Stored items
/* Sign and magnitude of every word, byte by byte; the sum of the a (negated) and b words. */
static void plan_avr_words(pw_template_values *v, const int32_t b[3], const int32_t a[3], int bytes)
{
    static const char *const suffix[] = {"low", "high", "byte2", "byte3"};
    for (int i = 0; i < 5; i++) {
        int64_t value = i < 3 ? b[i] : -(int64_t)a[i - 2];
        uint64_t size = (uint64_t)(value < 0 ? -value : value);
        pw_template_set(v, pw_arena_print(v->arena, "%s_add", avr_word[i]), value < 0 ? "sub" : "add");
        pw_template_set(v, pw_arena_print(v->arena, "%s_adc", avr_word[i]), value < 0 ? "sbc" : "adc");
        pw_template_set_number(v, pw_arena_print(v->arena, "%s_any", avr_word[i]), size != 0);
        for (int k = 0; k < bytes; k++)
            pw_template_set_number(v, pw_arena_print(v->arena, "%s_%s", avr_word[i], suffix[k]), (size >> 8 * k) & 0xFFu);
    }
}

static void set_bytes(pw_template_values *v, const char *name, uint64_t value, int bytes)
{
    for (int k = 0; k < bytes; k++)
        pw_template_set_number(v, pw_arena_print(v->arena, "%s_%d", name, k), (value >> 8 * k) & 0xFFu);
}

/* A negative word takes its sample complemented: flags where a sample turns. */
static void plan_avr_turns(pw_template_values *v, const int32_t b[3], const int32_t a[3])
{
    const bool minus[5] = {b[0] < 0, b[1] < 0, b[2] < 0, a[1] > 0, a[2] > 0};
    for (int i = 0; i < 5; i++) pw_template_set_number(v, pw_arena_print(v->arena, "%s_com", avr_word[i]), minus[i]);
    pw_template_set_number(v, "x1_turn", minus[0] != minus[1]);
    pw_template_set_number(v, "x2_turn", minus[1] != minus[2]);
    pw_template_set_number(v, "y2_turn", minus[3] != minus[4]);
}

/* What offsets and complements leave over, modulo 2^64: see the kernel. */
static uint64_t avr_constant(const facts *f, const int32_t b[3], const int32_t a[3])
{
    uint64_t sum = (uint64_t)f->half + (UINT64_C(1) << (31 + f->F));
    for (int i = 0; i < 5; i++) {
        int64_t word = i < 3 ? b[i] : -(int64_t)a[i - 2];
        if (word >= 0) sum -= (uint64_t)word << 31;
        else sum += (uint64_t)-word - ((uint64_t)-word << 31);
    }
    return sum;
}

static bool choose_avr_wide(const facts *given, pw_kernel *k)
{
    facts f = *given;
    int32_t b[3];
    fold_left(&f, b);
    if (f.q15 || f.left || f.right || f.F < 25 || f.F > 31) return false;
    *k = (pw_kernel){.file = "avr", .kernel = "wide", .values = k->values, .multiple = 1, .clamps = f.clips,
                     .why = "64-bit sum of products of bytes"};
    pw_template_values *v = &k->values;
    set_common(v, &f);
    plan_avr_words(v, b, f.w->a, 4);
    plan_avr_turns(v, b, f.w->a);
    uint64_t constant = avr_constant(&f, b, f.w->a);
    set_bytes(v, "d1", constant & UINT64_C(0xFF7F7F7F7F7FFFFF), 8);     /* what a column may start with */
    for (int i = 2; i < 7; i++)
        pw_template_set_number(v, pw_arena_print(v->arena, "d1_high_%d", i), constant >> (8 * i + 7) & 1u);
    pw_template_set_number(v, "up", 32 - f.F);
    pw_template_set_number(v, "limit", 1 << (f.F - 24));
    pw_template_set_number(v, "negative", 0x80 + (1 << (f.F - 25)));
    return true;
}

• [Task directions] Find the lines above holding the word "void" and show them.

• [Answer section]
static void plan_avr_words(pw_template_values *v, const int32_t b[3], const int32_t a[3], int bytes)
static void set_bytes(pw_template_values *v, const char *name, uint64_t value, int bytes)
static void plan_avr_turns(pw_template_values *v, const int32_t b[3], const int32_t a[3])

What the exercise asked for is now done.